HOW TO COMPLETE THIS TASK | Using the data below, return all lines in which "describe" appears.

STUDY MATERIAL |
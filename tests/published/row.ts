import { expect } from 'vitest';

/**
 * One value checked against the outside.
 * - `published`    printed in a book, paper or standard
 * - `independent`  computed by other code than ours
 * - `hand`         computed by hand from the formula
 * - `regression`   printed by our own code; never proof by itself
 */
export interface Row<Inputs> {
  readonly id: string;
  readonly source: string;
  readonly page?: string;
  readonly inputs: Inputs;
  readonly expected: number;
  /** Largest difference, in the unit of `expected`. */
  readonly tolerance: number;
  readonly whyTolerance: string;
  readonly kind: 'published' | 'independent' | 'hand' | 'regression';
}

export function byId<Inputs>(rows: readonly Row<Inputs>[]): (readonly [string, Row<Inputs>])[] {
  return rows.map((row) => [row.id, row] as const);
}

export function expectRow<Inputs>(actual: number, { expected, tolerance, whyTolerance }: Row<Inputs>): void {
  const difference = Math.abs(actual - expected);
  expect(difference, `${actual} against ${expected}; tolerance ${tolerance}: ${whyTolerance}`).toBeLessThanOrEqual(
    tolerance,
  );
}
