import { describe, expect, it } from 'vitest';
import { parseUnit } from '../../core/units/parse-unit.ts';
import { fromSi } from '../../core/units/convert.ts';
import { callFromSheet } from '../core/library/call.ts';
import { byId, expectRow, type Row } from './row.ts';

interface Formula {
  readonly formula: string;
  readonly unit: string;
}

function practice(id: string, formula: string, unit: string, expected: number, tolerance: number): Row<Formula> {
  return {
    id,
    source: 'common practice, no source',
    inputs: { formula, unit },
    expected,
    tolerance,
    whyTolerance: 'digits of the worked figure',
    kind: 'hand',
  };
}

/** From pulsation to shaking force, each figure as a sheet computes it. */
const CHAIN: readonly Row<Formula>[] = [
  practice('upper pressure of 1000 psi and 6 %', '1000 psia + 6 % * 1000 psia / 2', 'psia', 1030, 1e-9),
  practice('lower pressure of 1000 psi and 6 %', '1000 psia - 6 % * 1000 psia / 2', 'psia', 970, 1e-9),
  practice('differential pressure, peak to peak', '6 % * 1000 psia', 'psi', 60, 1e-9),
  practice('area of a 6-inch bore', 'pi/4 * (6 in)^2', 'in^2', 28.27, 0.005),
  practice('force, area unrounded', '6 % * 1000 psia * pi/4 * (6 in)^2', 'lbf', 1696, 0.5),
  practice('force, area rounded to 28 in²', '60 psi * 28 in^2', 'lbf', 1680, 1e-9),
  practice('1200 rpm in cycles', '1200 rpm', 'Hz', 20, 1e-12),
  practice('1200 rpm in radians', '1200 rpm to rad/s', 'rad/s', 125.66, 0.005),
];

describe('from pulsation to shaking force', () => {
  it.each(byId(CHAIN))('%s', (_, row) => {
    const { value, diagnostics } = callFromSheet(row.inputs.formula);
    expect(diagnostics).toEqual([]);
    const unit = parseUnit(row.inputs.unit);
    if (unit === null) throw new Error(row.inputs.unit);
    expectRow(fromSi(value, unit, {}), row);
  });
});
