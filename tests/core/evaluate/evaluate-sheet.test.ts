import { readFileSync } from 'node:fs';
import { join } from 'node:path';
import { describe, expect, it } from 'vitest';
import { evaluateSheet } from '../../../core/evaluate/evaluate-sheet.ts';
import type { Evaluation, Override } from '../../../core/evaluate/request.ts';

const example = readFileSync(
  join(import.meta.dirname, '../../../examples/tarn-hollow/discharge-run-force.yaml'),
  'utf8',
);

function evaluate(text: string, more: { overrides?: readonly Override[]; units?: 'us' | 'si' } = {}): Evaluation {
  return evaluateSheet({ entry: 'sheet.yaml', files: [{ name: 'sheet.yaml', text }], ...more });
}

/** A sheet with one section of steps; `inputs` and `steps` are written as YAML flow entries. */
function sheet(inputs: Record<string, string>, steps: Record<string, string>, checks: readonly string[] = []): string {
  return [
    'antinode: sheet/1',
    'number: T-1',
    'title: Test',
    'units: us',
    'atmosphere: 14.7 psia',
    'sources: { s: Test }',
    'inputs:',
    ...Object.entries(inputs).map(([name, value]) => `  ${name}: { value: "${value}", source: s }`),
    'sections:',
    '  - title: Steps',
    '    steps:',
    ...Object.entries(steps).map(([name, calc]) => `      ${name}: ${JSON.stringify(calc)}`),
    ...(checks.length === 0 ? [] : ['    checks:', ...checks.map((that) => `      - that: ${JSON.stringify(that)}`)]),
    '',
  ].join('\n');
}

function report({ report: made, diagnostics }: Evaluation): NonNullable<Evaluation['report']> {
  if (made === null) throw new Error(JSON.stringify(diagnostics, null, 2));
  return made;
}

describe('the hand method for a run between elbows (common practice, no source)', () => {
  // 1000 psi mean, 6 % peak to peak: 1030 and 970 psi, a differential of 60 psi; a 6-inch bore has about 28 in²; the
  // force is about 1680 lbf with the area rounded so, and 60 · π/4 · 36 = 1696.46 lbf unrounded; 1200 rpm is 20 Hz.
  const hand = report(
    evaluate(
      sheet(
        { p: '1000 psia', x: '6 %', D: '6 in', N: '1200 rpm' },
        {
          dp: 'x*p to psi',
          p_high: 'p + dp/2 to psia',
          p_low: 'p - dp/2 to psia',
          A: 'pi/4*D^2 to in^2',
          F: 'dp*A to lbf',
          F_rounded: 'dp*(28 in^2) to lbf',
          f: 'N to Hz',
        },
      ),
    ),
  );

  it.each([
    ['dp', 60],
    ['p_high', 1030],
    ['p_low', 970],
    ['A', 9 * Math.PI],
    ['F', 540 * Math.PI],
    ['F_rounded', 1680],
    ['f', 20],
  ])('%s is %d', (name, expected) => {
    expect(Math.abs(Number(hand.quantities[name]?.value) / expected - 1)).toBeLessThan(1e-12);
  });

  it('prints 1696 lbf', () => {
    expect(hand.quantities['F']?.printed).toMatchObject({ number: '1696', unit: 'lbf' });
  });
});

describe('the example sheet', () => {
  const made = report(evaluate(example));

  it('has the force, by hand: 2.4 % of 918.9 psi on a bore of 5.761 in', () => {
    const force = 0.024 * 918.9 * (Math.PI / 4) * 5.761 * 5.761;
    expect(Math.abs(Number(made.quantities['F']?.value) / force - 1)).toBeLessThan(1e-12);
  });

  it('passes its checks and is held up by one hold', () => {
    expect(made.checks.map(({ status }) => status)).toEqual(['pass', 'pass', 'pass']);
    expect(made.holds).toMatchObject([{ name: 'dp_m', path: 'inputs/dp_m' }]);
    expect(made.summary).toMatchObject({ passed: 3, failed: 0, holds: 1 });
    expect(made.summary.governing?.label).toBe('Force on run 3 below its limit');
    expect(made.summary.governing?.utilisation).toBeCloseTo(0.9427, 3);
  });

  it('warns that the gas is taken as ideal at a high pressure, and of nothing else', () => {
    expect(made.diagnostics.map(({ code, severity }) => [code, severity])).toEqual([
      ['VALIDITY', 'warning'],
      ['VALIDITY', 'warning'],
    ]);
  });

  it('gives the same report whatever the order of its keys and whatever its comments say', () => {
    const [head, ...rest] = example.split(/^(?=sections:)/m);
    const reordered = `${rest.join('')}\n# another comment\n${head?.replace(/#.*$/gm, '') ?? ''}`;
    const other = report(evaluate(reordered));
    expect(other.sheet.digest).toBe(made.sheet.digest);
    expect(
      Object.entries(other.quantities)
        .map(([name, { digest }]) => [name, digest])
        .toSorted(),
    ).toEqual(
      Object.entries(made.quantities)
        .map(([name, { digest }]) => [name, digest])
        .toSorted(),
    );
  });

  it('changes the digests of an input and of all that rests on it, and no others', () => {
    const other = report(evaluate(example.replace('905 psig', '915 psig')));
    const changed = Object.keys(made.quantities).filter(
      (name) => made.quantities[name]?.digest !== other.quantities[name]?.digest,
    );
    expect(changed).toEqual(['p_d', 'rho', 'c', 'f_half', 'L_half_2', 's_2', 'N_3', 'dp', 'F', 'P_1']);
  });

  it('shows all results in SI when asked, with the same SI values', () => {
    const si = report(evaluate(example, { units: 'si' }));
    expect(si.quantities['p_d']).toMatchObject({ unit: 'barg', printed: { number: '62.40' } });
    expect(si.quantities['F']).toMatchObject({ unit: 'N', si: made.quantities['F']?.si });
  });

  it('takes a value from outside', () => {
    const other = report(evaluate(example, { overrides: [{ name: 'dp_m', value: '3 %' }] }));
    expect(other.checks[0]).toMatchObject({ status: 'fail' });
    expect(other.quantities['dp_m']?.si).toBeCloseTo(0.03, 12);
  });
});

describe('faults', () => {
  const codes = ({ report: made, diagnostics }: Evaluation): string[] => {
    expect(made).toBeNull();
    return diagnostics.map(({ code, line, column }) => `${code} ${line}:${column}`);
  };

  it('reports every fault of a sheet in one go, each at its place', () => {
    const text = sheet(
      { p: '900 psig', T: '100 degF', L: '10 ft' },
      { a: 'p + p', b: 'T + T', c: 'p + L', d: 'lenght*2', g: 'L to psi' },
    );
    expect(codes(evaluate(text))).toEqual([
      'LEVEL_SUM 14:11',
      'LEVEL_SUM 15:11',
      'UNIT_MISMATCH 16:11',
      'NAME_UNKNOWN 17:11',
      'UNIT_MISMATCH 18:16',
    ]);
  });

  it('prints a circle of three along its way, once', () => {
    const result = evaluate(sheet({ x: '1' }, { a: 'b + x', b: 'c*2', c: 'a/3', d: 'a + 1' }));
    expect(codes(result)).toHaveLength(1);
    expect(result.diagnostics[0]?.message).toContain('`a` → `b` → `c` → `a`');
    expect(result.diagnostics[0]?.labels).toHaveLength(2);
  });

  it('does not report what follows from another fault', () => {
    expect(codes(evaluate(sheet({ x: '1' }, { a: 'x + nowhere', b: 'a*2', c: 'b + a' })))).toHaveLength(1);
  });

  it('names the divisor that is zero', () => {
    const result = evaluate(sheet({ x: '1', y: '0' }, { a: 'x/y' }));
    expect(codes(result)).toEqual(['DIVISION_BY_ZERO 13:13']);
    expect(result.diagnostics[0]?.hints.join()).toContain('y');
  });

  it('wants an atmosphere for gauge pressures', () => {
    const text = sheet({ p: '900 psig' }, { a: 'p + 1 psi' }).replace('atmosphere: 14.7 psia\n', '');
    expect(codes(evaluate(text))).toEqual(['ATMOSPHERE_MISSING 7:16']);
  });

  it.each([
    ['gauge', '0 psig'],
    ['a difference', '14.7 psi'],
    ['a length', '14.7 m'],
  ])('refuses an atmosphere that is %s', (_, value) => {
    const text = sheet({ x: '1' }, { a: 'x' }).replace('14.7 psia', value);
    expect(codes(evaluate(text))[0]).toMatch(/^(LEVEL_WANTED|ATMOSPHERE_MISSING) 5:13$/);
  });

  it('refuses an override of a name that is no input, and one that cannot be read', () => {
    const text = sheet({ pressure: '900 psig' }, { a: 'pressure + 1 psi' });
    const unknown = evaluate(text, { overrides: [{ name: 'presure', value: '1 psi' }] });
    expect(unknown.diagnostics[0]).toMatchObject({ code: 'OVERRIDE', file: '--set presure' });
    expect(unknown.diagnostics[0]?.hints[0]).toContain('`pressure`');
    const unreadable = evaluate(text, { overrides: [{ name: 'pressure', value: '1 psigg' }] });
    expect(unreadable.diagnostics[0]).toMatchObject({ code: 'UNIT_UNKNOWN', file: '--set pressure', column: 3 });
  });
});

THE ANSWER |
import { describe, expect, it } from 'vitest';
describe('from pulsation to shaking force', () => {
import { describe, expect, it } from 'vitest';
describe('the hand method for a run between elbows (common practice, no source)', () => {
describe('the example sheet', () => {
describe('faults', () => {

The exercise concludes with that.